* _Action item_: Up to and including the line with "t.quarantinedAt !== null)", please reproduce the lines below exactly, beginning with the first.

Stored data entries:
------------------------------------
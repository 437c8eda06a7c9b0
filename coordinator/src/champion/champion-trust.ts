import type { AccountingStatus, CpuFigures } from '@netbreeder/shared-types';
import type { ChampionRecord, RunRecord, RunStore } from '../store/run-store.js';
import { TrustStore, type VerdictKind } from '../store/trust-store.js';
import { accountingByWorker, summarizeAccounting } from '../trust/accounting.js';
import { reliability } from '../trust/trust-rules.js';

/** What the champion report says about verification and CPU accounting. */
export interface ChampionTrust {
  /** The verdict on the search result the champion was chosen by; "unverified" when none was reached. */
  verification: { verdict: VerdictKind; reason: string; verifiedBy: string[] };
  quarantinedWorkers: Array<{ workerId: string; reason: string; reliability: number }>;
  accounting: AccountingStatus;
  workers: Array<{ workerId: string } & CpuFigures>;
  /** CPU-seconds of the champion's search evaluation and of its final training (null: not measured). */
  championCpuSeconds: { search: number | null; finalTraining: number | null };
}

export function championTrust(store: RunStore, run: RunRecord, champion: ChampionRecord): ChampionTrust {
  const trust = new TrustStore(store);
  const verdict = trust.getVerdict(champion.sourceEvaluationId);
  const verifiedBy = trust
    .verificationsOf(champion.sourceEvaluationId)
    .filter((v) => v.state === 'done')
    .map((v) => v.workerId!);
  const rows = trust.cpuUsage(run.id);
  return {
    verification: verdict
      ? { verdict: verdict.verdict, reason: verdict.reason, verifiedBy }
      : { verdict: 'unverified', reason: 'no verification of this result was made (verification of champion candidates is off)', verifiedBy: [] },
    quarantinedWorkers: trust
      .allTrust()
      .filter((t) => t.quarantinedAt !== null)
      .map((t) => ({ workerId: t.workerId, reason: t.quarantineReason ?? '', reliability: reliability(t) })),
    accounting: summarizeAccounting(rows),
    workers: [...accountingByWorker(rows)].map(([workerId, f]) => ({ workerId, ...f })),
    championCpuSeconds: { search: store.getEvaluation(champion.sourceEvaluationId)?.result?.cpuSeconds ?? null, finalTraining: champion.result.cpuSeconds ?? null },
  };
}

const sec = (v: number | null) => (v == null ? 'not measured' : `${v.toFixed(1)} CPU-s`);
const wh = (f: CpuFigures) => `${f.wattHours.toFixed(3)} Wh${f.assumedWattHours > 0 ? ` (${f.assumedWattHours.toFixed(3)} Wh of it assumed)` : ''}`;

/** Rows of (label, value) shared by the Markdown and HTML reports. */
export function championTrustRows(t: ChampionTrust): { verification: Array<[string, string]>; accounting: Array<[string, string]>; workers: string[][] } {
  const a = t.accounting;
  return {
    verification: [
      ['verification of its search result', `${t.verification.verdict}${t.verification.verifiedBy.length ? ` (re-run by ${t.verification.verifiedBy.join(', ')})` : ''}: ${t.verification.reason}`],
      ['quarantined workers', t.quarantinedWorkers.length ? t.quarantinedWorkers.map((q) => `${q.workerId} (reliability ${q.reliability.toFixed(2)}: ${q.reason})`).join('; ') : 'none'],
    ],
    accounting: [
      ['run total', `${a.total.cpuSeconds.toFixed(1)} CPU-s over ${a.total.evaluations} trainings, ${wh(a.total)}`],
      ['search', `${a.search.cpuSeconds.toFixed(1)} CPU-s over ${a.search.evaluations} evaluations (${a.search.cpuSecondsPerEvaluation.toFixed(1)} per evaluation), ${wh(a.search)}`],
      ['verification', `${a.verification.cpuSeconds.toFixed(1)} CPU-s over ${a.verification.evaluations} re-runs, ${wh(a.verification)}`],
      ['champion trainings', `${a.champion.cpuSeconds.toFixed(1)} CPU-s over ${a.champion.evaluations}, ${wh(a.champion)}`],
      ['this champion', `search evaluation ${sec(t.championCpuSeconds.search)}, final training ${sec(t.championCpuSeconds.finalTraining)}`],
      ['energy estimate', a.energyNote],
    ],
    workers: t.workers.map((w) => [w.workerId, String(w.evaluations), w.cpuSeconds.toFixed(1), wh(w)]),
  };
}

/** The report's "Verification" and "CPU time and energy" sections, in Markdown. */
export function championTrustMarkdown(t: ChampionTrust): string[] {
  const r = championTrustRows(t);
  const table = (rows: Array<[string, string]>) => ['| | |', '|---|---|', ...rows.map(([k, v]) => `| ${k} | ${v.replace(/\|/g, '\\|')} |`)];
  return [
    '## Verification',
    '',
    ...table(r.verification),
    '',
    '## CPU time and energy',
    '',
    ...table(r.accounting),
    '',
    '| worker | trainings | CPU-seconds | energy |',
    '|---|---|---|---|',
    ...r.workers.map((w) => `| ${w.join(' | ')} |`),
    '',
  ];
}

/** The same sections as HTML (`esc` escapes text). */
export function championTrustHtml(t: ChampionTrust, esc: (s: string) => string): string {
  const r = championTrustRows(t);
  const table = (rows: Array<[string, string]>) => `<table>${rows.map(([k, v]) => `<tr><th>${esc(k)}</th><td>${esc(v)}</td></tr>`).join('\n')}</table>`;
  return `<h2>Verification</h2>
${table(r.verification)}
<h2>CPU time and energy</h2>
${table(r.accounting)}
<table><tr><th>worker</th><th>trainings</th><th>CPU-seconds</th><th>energy</th></tr>
${r.workers.map((w) => `<tr>${w.map((v) => `<td>${esc(v)}</td>`).join('')}</tr>`).join('\n')}</table>
`;
}
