import { INPUT_ID, topologicalOrder, type NodeAnalysis } from '@netbreeder/shared-types';
import type { ChampionSummaryDocument } from './champion-files.js';
import { describeStart } from './inheritance-summary.js';
import { championTrustHtml } from './champion-trust.js';
import { choiceParagraph, choiceTable, ensembleLines, foundLines, referenceLines, sectionHtml } from './report-choice-sections.js';
import { howToUseHtml } from './how-to-use.js';
import { describeOnnxLatency } from './onnx-file.js';
import { perClassLines } from './champion-report.js';

import { predictedActualSvg, residualHistogramSvg } from './regression-plots.js';
import { trainingCurveSvg } from './training-curve-svg.js';
import { fourDigits } from './regression-scores.js';
import { describeSearchMethod } from '../search/rung-epochs.js';

const esc = (s: string) => s.replace(/[&<>"]/g, (ch) => ({ '&': '&amp;', '<': '&lt;', '>': '&gt;', '"': '&quot;' })[ch]!);
const pct = (v: number | null | undefined) => (v == null ? 'n/a' : `${(v * 100).toFixed(2)}%`);
/**
 * The architecture as an SVG: one box per layer (with its output shape), laid out in columns by
 * depth from the input, arrows along every connection, so skip connections show as long edges.
 */
export function architectureSvg(c: ChampionSummaryDocument, layers: NodeAnalysis[]): string {
  const topo = topologicalOrder(c.genome);
  const nodes = topo.ok ? topo.order : c.genome.nodes;
  const shapes = new Map(layers.map((l) => [l.id, l.outputShape]));
  const depth = new Map<string, number>([[INPUT_ID, 0]]);
  for (const n of nodes) depth.set(n.id, 1 + Math.max(...n.inputs.map((i) => depth.get(i) ?? 0)));
  const headDepth = (depth.get(c.genome.output) ?? 0) + 1;
  const all = [
    { id: INPUT_ID, label: 'input', inputs: [] as string[] },
    ...nodes.map((n) => ({ id: n.id, label: n.kind, inputs: n.inputs })),
    { id: 'head', label: c.target ? 'head: dense 1 linear' : `head: dense ${c.settings.dataset.numClasses} softmax`, inputs: [c.genome.output] },
  ];
  depth.set('head', headDepth);
  const columns = new Map<number, string[]>();
  for (const n of all) columns.set(depth.get(n.id)!, [...(columns.get(depth.get(n.id)!) ?? []), n.id]);
  const W = 150;
  const H = 58;
  const GAP_X = 40;
  const GAP_Y = 18;
  const pos = new Map<string, { x: number; y: number }>();
  for (const [d, ids] of columns) ids.forEach((id, row) => pos.set(id, { x: 10 + d * (W + GAP_X), y: 10 + row * (H + GAP_Y) }));
  const width = 20 + (headDepth + 1) * (W + GAP_X);
  const height = 20 + Math.max(...[...columns.values()].map((ids) => ids.length)) * (H + GAP_Y);
  const detail = (id: string): string => {
    const n = c.genome.nodes.find((x) => x.id === id);
    if (!n) return id === INPUT_ID ? `[${c.settings.dataset.inputShape.join('×')}]` : '';
    const parts: string[] = [];
    if ('units' in n) parts.push(`${n.units} units`);
    if ('filters' in n) parts.push(`${n.kernelSize}×${n.kernelSize}×${n.filters}`);
    if (n.kind === 'depthwise-conv2d') parts.push(`${n.kernelSize}×${n.kernelSize}×${n.depthMultiplier}`);
    if ('poolSize' in n) parts.push(`${n.poolSize}×${n.poolSize}`);
    if ('strides' in n && n.strides > 1) parts.push(`stride ${n.strides}`);
    if ('rate' in n) parts.push(`rate ${n.rate}`);
    if ('activation' in n) parts.push(n.activation);
    if (n.kind === 'repeat') parts.push(`motif ${n.motif} ×${n.times}`);
    return parts.join(', ');
  };
  const edges = all.flatMap((n) =>
    n.inputs.map((i) => {
      const a = pos.get(i)!;
      const b = pos.get(n.id)!;
      return `<line x1="${a.x + W}" y1="${a.y + H / 2}" x2="${b.x}" y2="${b.y + H / 2}" class="edge" marker-end="url(#arrow)"/>`;
    }),
  );
  const boxes = all.map((n) => {
    const p = pos.get(n.id)!;
    const shape = n.id === INPUT_ID ? c.settings.dataset.inputShape : n.id === 'head' ? [c.target ? 1 : c.settings.dataset.numClasses] : shapes.get(n.id);
    return `<g class="layer"><rect x="${p.x}" y="${p.y}" width="${W}" height="${H}" rx="6"/>
<text x="${p.x + 8}" y="${p.y + 18}" class="kind">${esc(n.label)}</text>
<text x="${p.x + 8}" y="${p.y + 34}">${esc(detail(n.id))}</text>
<text x="${p.x + 8}" y="${p.y + 50}" class="shape">${shape ? `→ ${shape.join('×')}` : ''}</text></g>`;
  });
  // Scales down to the page width (and to A4 when printed) instead of scrolling.
  return `<svg xmlns="http://www.w3.org/2000/svg" width="100%" style="max-width: ${width}px" viewBox="0 0 ${width} ${height}" role="img" aria-label="architecture">
<defs><marker id="arrow" viewBox="0 0 10 10" refX="10" refY="5" markerWidth="7" markerHeight="7" orient="auto-start-reverse"><path d="M 0 0 L 10 5 L 0 10 z"/></marker></defs>
${edges.join('\n')}
${boxes.join('\n')}
</svg>`;
}

/**
 * The champion report as one self-contained HTML page (no scripts, no external files): the
 * architecture drawn, the scores, the confusion matrix, the final training curve, how the
 * champion was chosen and found, and the settings to reproduce it. Prints on A4.
 */
export function championReportHtml(c: ChampionSummaryDocument, layers: NodeAnalysis[], regressionTest?: { actual: ArrayLike<number>; predicted: ArrayLike<number> }): string {
  const names = c.settings.dataset.classNames;
  const reg = c.test.regression;
  const maxCell = Math.max(1, ...c.test.confusion.flat());
  const confusion = `<table class="confusion"><tr><th>true \\ predicted</th>${names.map((n) => `<th>${esc(n)}</th>`).join('')}</tr>
${c.test.confusion.map((row, i) => `<tr><th>${esc(names[i]!)}</th>${row.map((v, j) => `<td style="background: rgba(${i === j ? '31,120,110' : '176,80,40'}, ${(0.08 + 0.6 * (v / maxCell)).toFixed(2)})">${v}</td>`).join('')}</tr>`).join('\n')}</table>`;
  const rows = (pairs: Array<[string, string]>) => pairs.map(([k, v]) => `<tr><th>${esc(k)}</th><td>${v}</td></tr>`).join('\n');
  return `<!doctype html>
<html lang="en"><head><meta charset="utf-8"><title>Champion of ${esc(c.runName)}</title>
<style>
body { font: 14px/1.45 system-ui, sans-serif; color: #1d2430; margin: 2rem auto; max-width: 60rem; padding: 0 1rem; }
h1 { font-size: 1.5rem; border-bottom: 3px solid #b5542b; padding-bottom: .3rem; } h2 { font-size: 1.1rem; margin-top: 2rem; color: #1f6f66; }
table { border-collapse: collapse; margin: .5rem 0; } th, td { border: 1px solid #cfd6de; padding: .25rem .6rem; text-align: left; }
.confusion td { text-align: right; min-width: 3rem; } .big { font-size: 1.2rem; font-weight: 600; }
svg text { font: 11px system-ui, sans-serif; fill: #1d2430; } svg .kind { font-weight: 700; } svg .shape { fill: #5b6675; }
.layer rect { fill: #f3efe7; stroke: #b5542b; } .edge { stroke: #1f6f66; stroke-width: 1.4; } marker path { fill: #1f6f66; }
.axis { stroke: #8a94a3; } .loss { fill: none; stroke: #b5542b; stroke-width: 2; } .acc { fill: none; stroke: #1f6f66; stroke-width: 2; }
.tick { fill: #5b6675; } .axis-title { font-weight: 600; } .dot { fill: #1f6f66; opacity: .6; } .diag { stroke: #b5542b; stroke-dasharray: 4 3; } .bar { fill: #1f6f66; opacity: .75; } .loss-label { fill: #b5542b; } .acc-label { fill: #1f6f66; } .diagram { overflow-x: auto; }
@media print { body { margin: 0; max-width: none; } .diagram { overflow: visible; } h2 { break-after: avoid; } table, svg { break-inside: avoid; } }
</style></head><body>
<h1>Champion of run ${esc(c.runName)} <small>(${esc(c.runId)})</small></h1>
${
    reg
      ? `<p class="big">Held-out test RMSE ${fourDigits(reg.rmse)} ${esc(c.target!.column)} on ${c.test.samples} rows never used in the search or its training; always predicting the training mean scores RMSE ${fourDigits(reg.baselineRmse)}.</p>`
      : `<p class="big">Held-out test accuracy ${pct(c.test.accuracy)} on ${c.test.samples} samples never used in the search or its training.</p>`
  }
<table>${rows([
    ['architecture', esc(c.summary)],
    ...((reg
      ? [
          ['test MAE / R²', `${fourDigits(reg.mae)} / ${reg.r2.toFixed(3)}`],
          ['validation RMSE (during search)', c.validation.regression ? fourDigits(c.validation.regression.rmse) : 'n/a'],
        ]
      : [
          ['validation accuracy (during search)', pct(c.validation.accuracy)],
          ...(c.test.majorityClass ? [[`always predicting the most common class ("${c.test.majorityClass.className}", counted on the ${c.test.majorityClass.countedOn})`, `${pct(c.test.majorityClass.accuracy)} on the same test samples`]] : []),
          ...(c.test.macroF1 === null ? [] : [['macro F1 (test, mean over classes)', c.test.macroF1.toFixed(3)]]),
        ]) as Array<[string, string]>),
    ['parameters', c.paramCount.toLocaleString('en-US')],
    ['forward FLOPs per sample', c.flops.toLocaleString('en-US')],
    ['CPU latency per sample', c.latency.msPerSample == null ? 'n/a' : `${c.latency.msPerSample.toFixed(2)} ms (one sample alone, median; ${esc(String(c.latency.backend))} backend, coordinator's CPU)`],
    ['ONNX Runtime latency (model.onnx)', esc(describeOnnxLatency(c.latency.onnxRuntime))],
    ['final training', `${c.finalTraining.epochs} epochs on ${c.finalTraining.data}, ${c.finalTraining.seconds.toFixed(1)} s on ${esc(c.finalTraining.backend)} (${esc(c.finalTraining.workerId)})`],
    ['genome hash', `<code>${c.genomeHash}</code>`],
  ])}</table>
<h2>Architecture</h2>
<div class="diagram">${architectureSvg(c, layers)}</div>
${
  reg
    ? regressionTest
      ? `<h2>Test split: predicted against actual, and residuals</h2>\n<div class="diagram">${predictedActualSvg(regressionTest.actual, regressionTest.predicted, c.target!.column)} ${residualHistogramSvg(regressionTest.actual, regressionTest.predicted)}</div>`
      : ''
    : `<h2>Test split: confusion matrix</h2>\n${confusion}\n${sectionHtml(perClassLines(c))}`
}
<h2>Final training</h2>
${trainingCurveSvg(c.trainingCurve, !c.target)}
<h2>How it was chosen</h2>
${sectionHtml([choiceParagraph(c), ...choiceTable(c)])}
${sectionHtml(referenceLines(c))}
<h2>How it was found</h2>
${sectionHtml(foundLines(c))}
${sectionHtml(ensembleLines(c))}
<h2>Checkpoints and weight inheritance</h2>
<p>Weight inheritance ${c.inheritance.weightInheritance ? 'on' : 'off'}. Finished search trainings: ${Object.entries(c.inheritance.byKind).filter(([, n]) => n > 0).map(([k, n]) => `${n} ${esc(k)}`).join(', ')}; ${c.inheritance.epochsReused} epoch(s) not trained again. The champion's search evaluation: ${esc(describeStart(c.inheritance.champion))}.</p>
<h2>Feeding the model</h2>
<p>Input [${c.settings.dataset.inputShape.join(', ')}] per sample; ${esc(c.input)}. ${c.target ? `Output: one number, the standardised ${esc(c.target.column)}; multiply it by ${fourDigits(c.target.std)} and add ${fourDigits(c.target.mean)}.` : `Output: ${names.length} softmax probabilities in the order ${names.map((n) => `<code>${esc(n)}</code>`).join(', ')}.`} <code>preprocessing.json</code> says exactly how to prepare an input.</p>
${howToUseHtml(c.ensemble !== null, c.target !== null)}
${championTrustHtml(c.trust, esc)}<h2>Reproduce</h2>
<p>Search ${esc(describeSearchMethod(c.settings.config.search))}, population ${c.settings.config.search.populationSize}, sample ${c.settings.config.search.sampleSize}, seed ${c.settings.seed}; dataset shard <code>${c.settings.dataset.sha256}</code>. The full run configuration is in <code>champion.json</code>.</p>
</body></html>
`;
}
------------------------------------
* _Output for this exercise_:
repository 437c8eda06a7c9b0
filename coordinator/src/champion/champion-trust.ts
import type { AccountingStatus, CpuFigures } from '@netbreeder/shared-types';
import type { ChampionRecord, RunRecord, RunStore } from '../store/run-store.js';
import { TrustStore, type VerdictKind } from '../store/trust-store.js';
import { accountingByWorker, summarizeAccounting } from '../trust/accounting.js';
import { reliability } from '../trust/trust-rules.js';

/** What the champion report says about verification and CPU accounting. */
export interface ChampionTrust {
  /** The verdict on the search result the champion was chosen by; "unverified" when none was reached. */
  verification: { verdict: VerdictKind; reason: string; verifiedBy: string[] };
  quarantinedWorkers: Array<{ workerId: string; reason: string; reliability: number }>;
  accounting: AccountingStatus;
  workers: Array<{ workerId: string } & CpuFigures>;
  /** CPU-seconds of the champion's search evaluation and of its final training (null: not measured). */
  championCpuSeconds: { search: number | null; finalTraining: number | null };
}

export function championTrust(store: RunStore, run: RunRecord, champion: ChampionRecord): ChampionTrust {
  const trust = new TrustStore(store);
  const verdict = trust.getVerdict(champion.sourceEvaluationId);
  const verifiedBy = trust
    .verificationsOf(champion.sourceEvaluationId)
    .filter((v) => v.state === 'done')
    .map((v) => v.workerId!);
  const rows = trust.cpuUsage(run.id);
  return {
    verification: verdict
      ? { verdict: verdict.verdict, reason: verdict.reason, verifiedBy }
      : { verdict: 'unverified', reason: 'no verification of this result was made (verification of champion candidates is off)', verifiedBy: [] },
    quarantinedWorkers: trust
      .allTrust()
      .filter((t) => t.quarantinedAt !== null)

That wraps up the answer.